## Assigned task
Where a line of the data below has the string "stop", copy that line.

++++ Recorded data

def execute(
    cfg: Config,
    *,
    out_dir: Path | None = None,
    continue_from: Path | None = None,
    workers: int | None = None,
    scheduler: str | None = None,
    dashboard: bool = False,
    scheduler_security: Path | None = None,
    force: bool = False,
    progress: bool = True,
    restarts=(),
    extra_files: dict | None = None,
    report: bool = True,
    use_cache: bool = True,
) -> RunOutcome:
    """Run the chain for ``cfg`` and write every output listed in docs/outputs.md.

    Parameters
    ----------
    cfg : validated config.
    out_dir : overrides ``[output] dir``.
    continue_from : a ``state.nc`` of an earlier run of the same region and settings.
    workers, scheduler, dashboard, scheduler_security : dask set-up (see
        :func:`regionmap.pipeline.cluster.dask_client`).
    force : allow replacing a non-empty folder that is not a regionmap output.
    progress : show a progress bar.
    restarts : observed-profile restarts (see :mod:`regionmap.pipeline.restart`).
    extra_files : relative name → file copied into the output folder (the demo's inputs).
    report : write the figures and ``report.html`` (tests of the numbers skip them).
    use_cache : load the prepared region from the preparation cache and store it there
        (:mod:`regionmap.pipeline.cache`); False prepares it afresh and stores nothing.
    """
    from tqdm.auto import tqdm

    t_all = _time.perf_counter()
    timings: dict = {}
    target = Path(out_dir or cfg.output.dir)
    check_inputs_outside(target, run_inputs(cfg, continue_from, restarts))
    state0 = None
    if continue_from is not None:  # read and checked before the long work
        state0, saved_cells, saved_region = load_state_with_identity(continue_from)
    cache = preparation_cache(cfg) if use_cache else None
    region = prepare_region(cfg, progress=False, cache=cache)
    timings.update(region.timings_s)
    t0 = _time.perf_counter()
    gf = open_grid_forcing(cfg)
    batch = prepare_batch(region, gf, cfg, cache=cache)
    qm_tables = quantile_tables(cfg)
    timings["forcing_open_and_weights"] = _time.perf_counter() - t0
    params = cfg.snow
    diag_every = cfg.output.diagnostics_every_h

    fingerprints = region_fingerprints(region.dem, region.zones)
    table = cells_frame(region)
    if continue_from is not None:
        state0 = align_state(
            state0, saved_cells, saved_region, table, fingerprints, params, str(continue_from)
        )
    period = plan_period(
        gf.time,
        state_time=None if state0 is None else state0.time,
        analysis_time=cfg.forcing.analysis_time.replace(tzinfo=None)
        if cfg.forcing.analysis_time
        else None,
        diag_every_h=diag_every,
        where=str(cfg.forcing.path),
    )
    if state0 is None:
        state0 = initial_state(batch, params, period)
    resolved = []
    if restarts:
        resolved = resolve_restarts(
            restarts,
            cells_frame(region),
            period.times[period.first : period.stop],
            diag_every_h=diag_every,
            max_layers=params.max_layers,
        )

    sim_times = period.times[period.first : period.stop]
    out_times = sim_times[diag_every - 1 :: diag_every]
    map_time = _map_time(cfg, out_times, period)
    snapshot_hour = int((map_time.astype("datetime64[h]").astype(np.int64)) % 24)
    n_par = max(1, workers or (os.cpu_count() or 1))
    chunks = chunk_ranges(
        batch.n_cells,
        _effective_chunk_size(batch.n_cells, cfg.run.chunk_size, n_par),
        batch.zone_code if cfg.downscale.drift else None,
    )  # drift: whole zones per chunk
    # workers of a remote cluster cannot write into this machine's folders: there the
    # ensemble steps its cells from the run's start state instead
    kept_times = (
        None
        if scheduler
        else checkpoint_times(
            state0.time, period.stop - period.first, diag_every, [r.time for r in resolved]
        )
    )
    check_free_space(
        target,
        expected_output_bytes(
            batch.n_cells,
            out_times.size,
            sim_times.size // 24 + 1,
            0 if kept_times is None else kept_times.size,
            state0.nbytes_per_cell(),
        ),
    )
    ctx = RunContext(
        cfg=cfg,
        batch=batch,
        quantile_tables=qm_tables,
        period=period,
        diag_every_h=diag_every,
        snapshot_hour_utc=snapshot_hour,
        kernel_threads=max(1, n_par // max(1, min(len(chunks), n_par)))
        if not (workers or scheduler)
        else 1,
        restarts=resolved,
    )
    register_forcing(ctx, gf)
    t0 = _time.perf_counter()
    _warm_kernels(params)
    timings["kernel_warm"] = _time.perf_counter() - t0

    is_fc = (
        out_times > period.analysis_end if period.has_forecast else np.zeros(out_times.size, bool)
    )
    interval_start = out_times - np.timedelta64(3600 * diag_every, "s")
    state_an = state0.copy()
    state_end = state0.copy()
    events: list[dict] = []
    forcing_sums = {"precip_kg_m2": 0.0, "snowfall_kg_m2": 0.0, "freezing_rain_kg_m2": 0.0}
    task_seconds = {"downscale": 0.0, "column": 0.0}
    write_seconds = 0.0  # cells.nc and profiles.nc, in this thread while chunks run
    status_bits = 0
    restart_records: list = []

    with OutputFolder(target, force=force) as folder:
        out = folder.path
        if kept_times is not None:
            # inside the run's temporary output folder: an interrupted run leaves none behind
            (out / CHECKPOINT_FOLDER).mkdir()
            ctx.checkpoints = Checkpoints(str(out / CHECKPOINT_FOLDER), kept_times)
        cells_w = CellsNcWriter(
            out / "cells.nc",
            table,
            out_times,
            interval_start,
            is_fc,
            global_attrs={"map_time": str(map_time)},
        )
        prof_w = None
        try:
            t0 = _time.perf_counter()
            with dask_client(
                workers, scheduler, dashboard=dashboard, scheduler_security=scheduler_security
            ) as client:
                # the context as a task, not scattered data: when a worker dies, the
                # scheduler can make it again for the worker that takes over its chunks
                ctx_f = client.submit(_context, ctx, pure=False, key="run-context")
                futures = [
                    client.submit(
                        simulate_chunk,
                        ctx_f,
                        lo,
                        hi,
                        state0.take(slice(lo, hi)),
                        pure=False,
                        key=f"chunk-{lo}-{hi}",
                    )
                    for lo, hi in chunks
                ]
                from distributed import as_completed

                bar = tqdm(
                    total=len(futures), desc="cell chunks", unit="chunk", disable=not progress
                )
                for fut in as_completed(futures):
                    with cluster_errors(f"cell chunk {fut.key}"):
                        res = fut.result()
                    lo, hi = res["lo"], res["hi"]
                    t_w = _time.perf_counter()
                    cells_w.write_chunk(np.arange(lo, hi), res["diagnostics"])
                    snaps = res["snapshots"]
                    if prof_w is None:
                        prof_w = ProfilesNcWriter(
                            out / "profiles.nc",
                            table,
                            snaps["time"],
                            params.max_layers,
                            LAYER_VARS,
                        )
                    prof_w.write_chunk(
                        np.arange(lo, hi), snaps["layer_count"], _profile_fields(snaps)
                    )
                    write_seconds += _time.perf_counter() - t_w
                    state_an.put(lo, hi, res["state_analysis"])
                    state_end.put(lo, hi, res["state_end"])
                    events.append(_events_of(res["diagnostics"], lo))
                    for k in forcing_sums:
                        forcing_sums[k] += res["forcing_summary"][k]
                    for k in task_seconds:
                        task_seconds[k] += res["seconds"][k]
                    status_bits |= int(np.bitwise_or.reduce(res["diagnostics"]["status"]))
                    restart_records += res["restart_records"]
                    bar.update(1)
                    fut.release()
                bar.close()
            timings["simulate"] = _time.perf_counter() - t0
            cells_w.close()
            prof_w.close()
        except BaseException:
            cells_w.abort()
            if prof_w is not None:
                prof_w.abort()
            raise
        _write_event_log(out / "events.csv", events, table)
        state_an.save(out / "state.nc", cells=table, region=fingerprints)
        state_end.save(out / "state_end.nc", cells=table, region=fingerprints)
        t0 = _time.perf_counter()
        ensemble = rain_crust_ensemble(out, ctx, state0, table, map_time)
        products = write_products(
            out,
            cfg,
            region,
            map_time=map_time,
            is_forecast=bool(map_time > period.analysis_end) if period.has_forecast else False,
            ensemble_members=ensemble.members,
        )
        timings["products"] = _time.perf_counter() - t0
        shutil.rmtree(out / CHECKPOINT_FOLDER, ignore_errors=True)
        # summed over chunk tasks (wall time inside each task; tasks run side by side)
        timings["task_downscale_s"] = task_seconds["downscale"]
        timings["task_column_s"] = task_seconds["column"]
        timings["write_s"] = write_seconds
        timings["total"] = _time.perf_counter() - t_all

        record = _run_record(
            cfg,
            region,
            gf,
            params,
            period,
            map_time,
            timings,
            forcing_sums,
            events,
            status_bits,
            continue_from,
            merge_restart_records(restart_records),
            ensemble.cost,
            workers=workers,
            scheduler=scheduler,
            chunks=len(chunks),
        )
        record["preparation_cache"] = {
            "dir": str(cache.folder) if cache else None,
            "region": "loaded" if "region_from_cache" in region.timings_s else "prepared",
        }
        for name, src in (extra_files or {}).items():
            dst = out / name
            dst.parent.mkdir(parents=True, exist_ok=True)
            shutil.copy2(src, dst)
        atomic_write_text(out / "run.json", json.dumps(record, indent=2, default=str))
        if cfg.stations is not None:
            run_verification_last_day(cfg, region, out, map_time, grid_forcing=gf)
        if report:
            from regionmap.report.briefing import write_report

            t0 = _time.perf_counter()
            write_report(out)
            record["timings_s"]["report"] = round(_time.perf_counter() - t0, 3)
            atomic_write_text(out / "run.json", json.dumps(record, indent=2, default=str))
    return RunOutcome(
        target,
        products.zones,
        products.sentences,
        map_time,
        bool(period.has_forecast and map_time > period.analysis_end),
        batch.n_cells,
        _time.perf_counter() - t_all,
        cfg.output.local_timezone,
        cfg.region.invented_data,
    )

++++++++

## Problem solution
            period.times[period.first : period.stop],
    sim_times = period.times[period.first : period.stop]
            state0.time, period.stop - period.first, diag_every, [r.time for r in resolved]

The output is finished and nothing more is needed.